▸ Task prompt
Among the entries below, find each line holding "does" and return it.
____________
package openapi

import (
	"context"
	"fmt"
	"net/http"
	"net/http/httptest"
	"strings"
	"testing"

	"github.com/getkin/kin-openapi/openapi3filter"
	"github.com/getkin/kin-openapi/routers"
	"github.com/getkin/kin-openapi/routers/gorillamux"
)

const validRun = `{"method":"nitrate-uv","instrument":"photometer-1","acquired_at":"2026-11-03T08:30:00Z",
 "operator":"a.tech@lab",
 "standards":[{"analyte":"nitrate","level":"L1","concentration":0.5,"responses":[0.0102,0.0098]},
              {"analyte":"nitrate","level":"L2","concentration":1.0,"responses":[0.0205]}],
 "samples":[{"id":"W-0042","analyte":"nitrate","responses":[0.025],"dilution":2}]}`

const validCSV = "# exported by instrument photometer-1\r\n" +
	"kind,analyte,level,concentration,response,sample_id,dilution\r\n" +
	"standard,nitrate,L1,0.5,0.0102,,\r\n" +
	"sample,nitrate,,,0.0250,W-0042,\r\n"

// TestRequestValidation runs requests through kin-openapi's request
// validator, as the server's validation middleware does, to show that the
// spec refuses the bad input it is meant to refuse and admits good input.
//
// kin-openapi's own text/csv decoder parses with encoding/csv and refuses
// comment lines and ragged rows with a bare 400, so the server registers
// PlainBodyDecoder for text/csv and leaves the layout to its own CSV decoder
// (422 with /lines pointers, as the spec says); the test does the same.
func TestRequestValidation(t *testing.T) {
	openapi3filter.RegisterBodyDecoder("text/csv", openapi3filter.PlainBodyDecoder)
	t.Cleanup(func() { openapi3filter.RegisterBodyDecoder("text/csv", openapi3filter.CsvBodyDecoder) })
	doc := load(t)
	router, err := gorillamux.NewRouter(doc)
	if err != nil {
		t.Fatal(err)
	}
	run := func(edit func(string) string) string { return edit(validRun) }
	const curve = "/v1/curves/6f1c2b8e-3d4a-4e5f-9a0b-1c2d3e4f5a6b"
	many := strings.TrimSuffix(strings.Repeat(`{"id":"s","responses":[1]},`, 1001), ",")
	tests := []struct {
		name, method, target, contentType, body string
		header                                  map[string]string
		wantErr                                 bool
	}{
		{name: "valid run", method: "POST", target: "/v1/runs", contentType: "application/json", body: validRun},
		{name: "unknown field", method: "POST", target: "/v1/runs", contentType: "application/json",
			body: run(func(s string) string { return strings.Replace(s, `"operator"`, `"opertor"`, 1) }), wantErr: true},
		{name: "negative concentration", method: "POST", target: "/v1/runs", contentType: "application/json",
			body: run(func(s string) string { return strings.Replace(s, `"concentration":0.5`, `"concentration":-0.5`, 1) }), wantErr: true},
		{name: "huge concentration", method: "POST", target: "/v1/runs", contentType: "application/json",
			body: run(func(s string) string { return strings.Replace(s, `"concentration":0.5`, `"concentration":1e308`, 1) }), wantErr: true},
		{name: "huge negative response", method: "POST", target: "/v1/runs", contentType: "application/json",
			body: run(func(s string) string { return strings.Replace(s, `0.0098`, `-1e308`, 1) }), wantErr: true},
		{name: "NaN spelled as a string", method: "POST", target: "/v1/runs", contentType: "application/json",
			body: run(func(s string) string { return strings.Replace(s, `0.0098`, `"NaN"`, 1) }), wantErr: true},
		{name: "empty responses", method: "POST", target: "/v1/runs", contentType: "application/json",
			body: run(func(s string) string { return strings.Replace(s, `[0.0205]`, `[]`, 1) }), wantErr: true},
		{name: "control character in instrument", method: "POST", target: "/v1/runs", contentType: "application/json",
			body: run(func(s string) string { return strings.Replace(s, `photometer-1`, `photo\u0007meter`, 1) }), wantErr: true},
		{name: "unicode in level", method: "POST", target: "/v1/runs", contentType: "application/json",
			body: run(func(s string) string { return strings.Replace(s, `"L2"`, `"L²"`, 1) }), wantErr: true},
		{name: "SQL metacharacters in analyte", method: "POST", target: "/v1/runs", contentType: "application/json",
			body: run(func(s string) string { return strings.Replace(s, `"nitrate"`, `"x'; drop table runs;--"`, 1) }), wantErr: true},
		{name: "zero dilution", method: "POST", target: "/v1/runs", contentType: "application/json",
			body: run(func(s string) string { return strings.Replace(s, `"dilution":2`, `"dilution":0`, 1) }), wantErr: true},
		{name: "missing standards", method: "POST", target: "/v1/runs", contentType: "application/json",
			body: `{"method":"m","instrument":"i","acquired_at":"2026-11-03T08:30:00Z"}`, wantErr: true},
		{name: "malformed JSON", method: "POST", target: "/v1/runs", contentType: "application/json",
			body: `{"method":`, wantErr: true},
		{name: "valid idempotency key", method: "POST", target: "/v1/runs", contentType: "application/json", body: validRun,
			header: map[string]string{"Idempotency-Key": "6f1c2b8e-3d4a-4e5f-9a0b-1c2d3e4f5a6b"}},
		{name: "idempotency key too long", method: "POST", target: "/v1/runs", contentType: "application/json", body: validRun,
			header: map[string]string{"Idempotency-Key": strings.Repeat("k", 129)}, wantErr: true},
		{name: "valid CSV", method: "POST", contentType: "text/csv; charset=utf-8", body: validCSV,
			target: "/v1/runs?method=nitrate-uv&instrument=photometer-1&acquired_at=2026-11-03T08:30:00Z"},
		{name: "CSV with a bad acquired_at", method: "POST", contentType: "text/csv", body: validCSV,
			target: "/v1/runs?method=nitrate-uv&instrument=photometer-1&acquired_at=yesterday", wantErr: true},
		{name: "unsupported content type", method: "POST", target: "/v1/runs", contentType: "application/xml",
			body: "<run/>", wantErr: true},
		{name: "list with defaults", method: "GET", target: "/v1/curves"},
		{name: "list with every filter", method: "GET",
			target: "/v1/curves?instrument=photometer-1&analyte=nitrate&method=nitrate-uv&status=pending_review&verdict=fail&from=2026-11-01T00:00:00Z&to=2026-11-08T00:00:00Z&limit=200&cursor=abc_-9"},
		{name: "limit 0", method: "GET", target: "/v1/curves?limit=0", wantErr: true},
		{name: "limit 201", method: "GET", target: "/v1/curves?limit=201", wantErr: true},
		{name: "unknown status", method: "GET", target: "/v1/curves?status=done", wantErr: true},
		{name: "cursor with padding", method: "GET", target: "/v1/curves?cursor=abc%3D", wantErr: true},
		{name: "id not a UUID", method: "GET", target: "/v1/curves/42", wantErr: true},
		{name: "valid prediction", method: "POST", target: curve + "/predictions", contentType: "application/json",
			body: `{"confidence":0.99,"samples":[{"id":"W-1","responses":[0.1,0.11],"dilution":10}]}`},
		{name: "confidence 1", method: "POST", target: curve + "/predictions", contentType: "application/json",
			body: `{"confidence":1,"samples":[{"id":"W-1","responses":[0.1]}]}`, wantErr: true},
		{name: "1001 samples", method: "POST", target: curve + "/predictions", contentType: "application/json",
			body: `{"samples":[` + many + `]}`, wantErr: true},
		{name: "valid review", method: "POST", target: curve + "/review", contentType: "application/json",
			body: `{"decision":"approve","reason":"slope within the lab's control limits;\nchecked against CCV\r\nby QA"}`},
		{name: "review reason with a vertical tab", method: "POST", target: curve + "/review", contentType: "application/json",
			body: `{"decision":"reject","reason":"bad\u000b"}`, wantErr: true},
		{name: "review decision outside the enum", method: "POST", target: curve + "/review", contentType: "application/json",
			body: `{"decision":"maybe"}`, wantErr: true},
		{name: "review reason with a control character", method: "POST", target: curve + "/review", contentType: "application/json",
			body: `{"decision":"reject","reason":"bad\u0000"}`, wantErr: true},
		{name: "valid method", method: "POST", target: "/v1/methods", contentType: "application/json",
			body: `{"name":"nitrate-uv","model":"linear","weighting":"1/x^2","confidence":0.95,"analytes":[{"name":"nitrate","unit":"mg/L"}],"acceptance":{"min_levels":5,"min_r_squared":0.995,"mandatory":["min_levels","r_squared"]}}`},
		{name: "method with an unknown threshold", method: "POST", target: "/v1/methods", contentType: "application/json",
			body: `{"name":"m","model":"linear","weighting":"none","analytes":[{"name":"a","unit":"mg/L"}],"acceptance":{"max_slope":3}}`, wantErr: true},
		{name: "valid token", method: "POST", target: "/v1/tokens", contentType: "application/json",
			body: `{"name":"lims-1","scopes":["results:read"]}`},
		{name: "token with an unknown scope", method: "POST", target: "/v1/tokens", contentType: "application/json",
			body: `{"name":"lims-1","scopes":["root"]}`, wantErr: true},
		{name: "token with repeated scopes", method: "POST", target: "/v1/tokens", contentType: "application/json",
			body: `{"name":"lims-1","scopes":["admin","admin"]}`, wantErr: true},
	}
	for _, tt := range tests {
		t.Run(tt.name, func(t *testing.T) {
			req := httptest.NewRequest(tt.method, tt.target, strings.NewReader(tt.body))
			if tt.contentType != "" {
				req.Header.Set("Content-Type", tt.contentType)
			}
			for k, v := range tt.header {
				req.Header.Set(k, v)
			}
			err := validateRequest(router, req)
			if got := err != nil; got != tt.wantErr {
				t.Errorf("error = %v, want error: %v", err, tt.wantErr)
			}
		})
	}
}

func validateRequest(router routers.Router, req *http.Request) error {
	route, params, err := router.FindRoute(req)
	if err != nil {
		return fmt.Errorf("find route: %w", err)
	}
	return openapi3filter.ValidateRequest(context.Background(), &openapi3filter.RequestValidationInput{
		Request: req, PathParams: params, Route: route,
		Options: &openapi3filter.Options{AuthenticationFunc: openapi3filter.NoopAuthenticationFunc},
	})
}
____________
▸ Written reply
// validator, as the server's validation middleware does, to show that the
// (422 with /lines pointers, as the spec says); the test does the same.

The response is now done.